Occasionally you will find tables where there is something like a begin date and an end date. The begin date tells you when is record is active and the end date tells you when the record is deactivated, or should be deactivated. Making sure that a previous valid period ends when the next valid period starts, can be quite a challenge to implement. Now that you know about the LEAD and LAG function, you can ask yourself “Do you actually need an end date column at all?” It is possible to access the end date by querying the begin date of the previous record.

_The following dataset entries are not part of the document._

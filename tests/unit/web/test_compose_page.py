"""The composer's page: every complaint stands at its field, with the characters marked."""

import json

from web.form.draft import draft_from_post, draft_from_text, empty_draft
from web.pages.compose import compose_page
from web.render import render

BASE = "http://127.0.0.1:8000"


def complaint(pointer, span=None):
    return {"pointer": pointer, "span": span, "code": "c", "message": "Something is wrong.", "hint": "try x"}


def field(page, name):
    return next(field for block in page.blocks for row in block.rows for field in row.fields if field.id == name)


def test_a_complaint_stands_at_its_field_with_the_span_marked():
    draft = draft_from_post({"view": "form", "endpoints.1.formula": "y(0) = = 2"})
    page = compose_page(draft, base_url=BASE, complaints=[complaint("/endpoints/0", [7, 8])])
    (shown,) = field(page, "endpoints.1.formula").complaints
    assert (shown.before, shown.marked, shown.after) == ("y(0) = ", "=", " 2")
    assert page.status == "One thing to put right"
    html = render(page)
    assert '<a href="#endpoints.1.formula">Something is wrong.</a>' in html
    assert "y(0) = <mark>=</mark> 2" in html


def test_a_complaint_about_a_missing_member_leads_to_where_it_belongs():
    page = compose_page(draft_from_post({"view": "form"}), base_url=BASE, complaints=[complaint("/functional/seek")])
    assert page.complaints[0].field == "functional.seek"


def of_points(text, at=""):
    """What is said in the form about points written like this; `at` is where the check found something."""
    draft = draft_from_post({"view": "form", "observations.0.of": "y", "observations.0.points": text})
    page = compose_page(draft, base_url=BASE, complaints=[complaint(f"/observations/0/points{at}")])
    (shown,) = field(page, "observations.0.points").complaints
    return shown.message


def test_points_that_are_no_numbers_are_told_by_their_line():
    """The field holds lines: that the document wants a list there is nobody's business."""
    assert of_points("0 1\n\n1 high\n2 3") == "Line 3: “high” is no number."


def test_a_point_with_too_many_numbers_is_told_by_its_line():
    assert of_points("0 1\n\n1 2 3 4", "/1") == "Line 3: Something is wrong."


def test_a_list_in_brackets_is_told_as_the_check_tells_it():
    assert of_points("[[0, 1], [1]]", "/1") == "Something is wrong."


def test_a_complaint_about_the_whole_document_is_listed_without_a_field():
    page = compose_page(draft_from_post({"view": "form"}), base_url=BASE, complaints=[complaint("")])
    assert [item.field for item in page.complaints] == [""]


def test_in_the_text_view_the_formula_of_the_pointer_is_marked():
    draft = draft_from_text(json.dumps({"where": {"k": "2x"}}), "json")
    page = compose_page(draft, base_url=BASE, complaints=[complaint("/where/k", [1, 2])])
    (shown,) = page.text_complaints
    assert (shown.field, shown.before, shown.marked, shown.line) == ("json", "2", "x", 1)
    assert draft.text[shown.start : shown.end] == "x"


def test_in_unreadable_text_the_place_is_marked_in_the_text():
    draft = draft_from_text('{"a": }', "json")
    page = compose_page(draft, base_url=BASE, complaints=[complaint("", [6, 7])])
    (shown,) = page.text_complaints
    assert (shown.before, shown.marked, shown.line, shown.start) == ('{"a": ', "}", 1, 6)


def test_hostile_text_is_escaped_wherever_it_is_shown():
    hostile = '"><script>alert(1)</script>'
    document = {
        "title": hostile, "unknowns": {hostile: {"unit": hostile}}, "endpoints": [hostile], hostile: hostile,
        "constants": {"c": hostile}, "notes": "</textarea>" + hostile,
    }  # fmt: skip
    for view in ("form", "json"):
        draft = draft_from_text(json.dumps(document), view)
        wrong = {**complaint("/endpoints/0", [2, 9]), "message": hostile, "hint": hostile}
        html = render(compose_page(draft, base_url=BASE, complaints=[wrong]))
        assert "<script>alert" not in html


def test_a_formula_is_shown_as_mathematics_whatever_else_is_missing():
    draft = draft_from_post({"view": "form", "constraints.0.formula": "x'' <= 2*x"})
    assert "<math" in field(compose_page(draft, base_url=BASE), "constraints.0.formula").mathml


def test_sections_that_are_empty_and_seldom_needed_are_folded():
    page = compose_page(empty_draft(), base_url=BASE)
    assert {block.name for block in page.blocks if block.open} == {
        "independent", "unknowns", "functional", "endpoints",
    }  # fmt: skip
    focused = compose_page(draft_from_post({"view": "form", "do": "add guess"}), base_url=BASE)
    assert next(block for block in focused.blocks if block.name == "guess").open


def test_a_complaint_about_a_line_shows_that_line():
    document = {"format": 1, "arcs": [{"name": "burn", "dynamics": ["x' = u", "v' = w"]}]}
    told = {"pointer": "/arcs/0/dynamics/1", "span": [5, 6], "code": "unknown-name", "message": "There is no “w”."}
    page = compose_page(draft_from_text(json.dumps(document)), base_url=BASE, complaints=[told])
    (shown,) = page.complaints
    assert (shown.field, shown.before, shown.marked, shown.after) == ("arcs.0.dynamics", "v' = ", "w", "")
    assert shown.where == "Arcs burn, dynamics"


def test_the_whole_document_survives_the_page():
    """What a browser would post of the page is the document that the page was made of."""
    document = {
        "format": 1, "title": 'A "title" & more', "notes": "first\nsecond", "independent": {"name": "x", "to": 1},
        "unknowns": {"y": {"within": [0, None], "odd": [1]}}, "endpoints": ["y(0) = 1"],
    }  # fmt: skip
    document["arcs"] = [{"name": "a", "from": 0, "dynamics": ["y' = 1", "y = 2"], "where": {"k": "<3"}, "odd": 1}, {}]
    html = render(compose_page(draft_from_text(json.dumps(document)), base_url=BASE))
    assert json.loads(draft_from_post(posted(html)).text) == document


def posted(html):
    """The fields of the form, as HTML says a browser reads them."""
    from html.parser import HTMLParser

    class Form(HTMLParser):
        def __init__(self):
            super().__init__()
            self.fields, self.open, self.select = {}, None, None

        def handle_starttag(self, tag, attrs):
            values = dict(attrs)
            if tag == "input" and "name" in values:
                self.fields[values["name"]] = values.get("value") or ""
            elif tag == "textarea":
                self.open = values["name"]
                self.fields[self.open] = ""
            elif tag == "select" and "name" in values:
                self.select = values["name"]

        def handle_data(self, data):
            if self.open:
                self.fields[self.open] += data
            elif self.select and data.strip():
                self.fields.setdefault(self.select, data.strip())

        def handle_endtag(self, tag):
            if tag == "textarea" and self.open:
                self.fields[self.open] = self.fields[self.open].removeprefix("\n")  # HTML drops the first line end
                self.open = None
            elif tag == "select":
                self.select = None

    parser = Form()
    parser.feed(html)
    return parser.fields
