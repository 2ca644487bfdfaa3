"""Problems of any order as problems of first order."""

import pytest

from solvers.formula.parser import parse_expression
from solvers.formula.printer import text
from solvers.problem import Condition
from solvers.transcription.lowering import lower, primed, simple_bound
from tests.unit.solvers.problems import shape, stated


def given(lowered):
    return {primed(quantity): text(tree) for quantity, tree in lowered.given.items()}


def test_dynamics_make_states_of_all_orders_below_the_highest():
    lowered = lower(stated(unknowns={"x": {}, "u": {}}, dynamics=["x''' = u - x''"], endpoints=["x(0) = 0"]))
    assert lowered.states == (("x", 0), ("x", 1), ("x", 2))
    assert lowered.controls == (("u", 0),)
    assert given(lowered) == {"x'''": "u - x''"}
    assert lowered.equalities == ()


def test_without_dynamics_the_highest_derivative_is_free():
    lowered = lower(shape(functional={"seek": "minimum", "integrand": "y''^2"}, endpoints=["y(0) = 0", "y'(0) = 0"]))
    assert lowered.states == (("y", 0), ("y", 1))
    assert lowered.controls == (("y", 2),)
    assert lowered.given == {}


def test_an_implicit_line_is_an_equality_and_leaves_the_derivative_free():
    lowered = lower(stated(dynamics=["2*x' + x = u"]))
    assert lowered.states == (("x", 0),)
    assert lowered.controls == (("x", 1), ("u", 0))
    assert [line.label for line in lowered.equalities] == ["2*x' + x = u"]


def test_a_derivative_in_another_derivatives_formula_stays_explicit():
    lowered = lower(stated(unknowns={"x": {}, "y": {}, "u": {}}, dynamics=["x' = y' + u", "y' = x"]))
    assert given(lowered) == {"x'": "y' + u", "y'": "x"}
    assert lowered.equalities == ()


@pytest.mark.parametrize(
    "where, dynamics",
    [
        ({}, ["x' = y' + u", "y' = x' - x"]),
        ({"r": "y' + u"}, ["x' = r", "y' = x'/2"]),  # the circle goes through an abbreviation
        ({"q": "y'", "r": "q + u"}, ["x' = r", "y' = x'/2"]),  # ... and through an abbreviation of one
    ],
)
def test_a_circle_is_broken_by_one_equality(where, dynamics):
    lowered = lower(stated(unknowns={"x": {}, "y": {}, "u": {}}, where=where, dynamics=dynamics))
    assert len(lowered.given) == 1
    assert len(lowered.equalities) == 1
    free = [quantity for quantity in lowered.controls if quantity[1] == 1]
    assert len(free) == 1
    assert free[0] not in lowered.given


def test_a_derivative_that_needs_itself_through_an_abbreviation_is_an_equality():
    lowered = lower(stated(where={"r": "x'/2 + u"}, dynamics=["x' = r"]))
    assert lowered.given == {}
    assert len(lowered.equalities) == 1


def test_simple_bound_is_a_body_that_is_one_quantity():
    assert simple_bound(Condition(parse_expression("x'"), None, None, "", "")) == ("x", 1)
    assert simple_bound(Condition(parse_expression("2*x'"), None, None, "", "")) is None


def test_primed_reads_as_people_write():
    assert primed(("x", 0)) == "x"
    assert primed(("x", 3)) == "x'''"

My colleague Lucas Jellema wrote a weblog about this, you can find it here: http://technology.amis.nl/blog/?p=825. The overall conclusion from his research shows that it’s quite possible to implement the requirement using the LEAD and LAG functions; however when the requirements state that there can be a period of no active records at all this method will fail. Performance wise it is better to have an end date in the table. To build up the in-line view to determine all begin and end dates can be quite an expensive operation. This is especially true when the table grows in size over time.

Caveats

As with all new features, it’s not always gold. Once you master the syntax of these Analytic Functions, the sky is the limit. However there are some things to be wary of.

Analytic Functions cannot be used in the WHERE clause or the final ORDER BY clause. What you can do to circumvent this limitation is to push the Analytic Function into an in-line view. Another way of circumventing the ORDER BY limitation is to use a column alias and use that in the ORDER BY clause.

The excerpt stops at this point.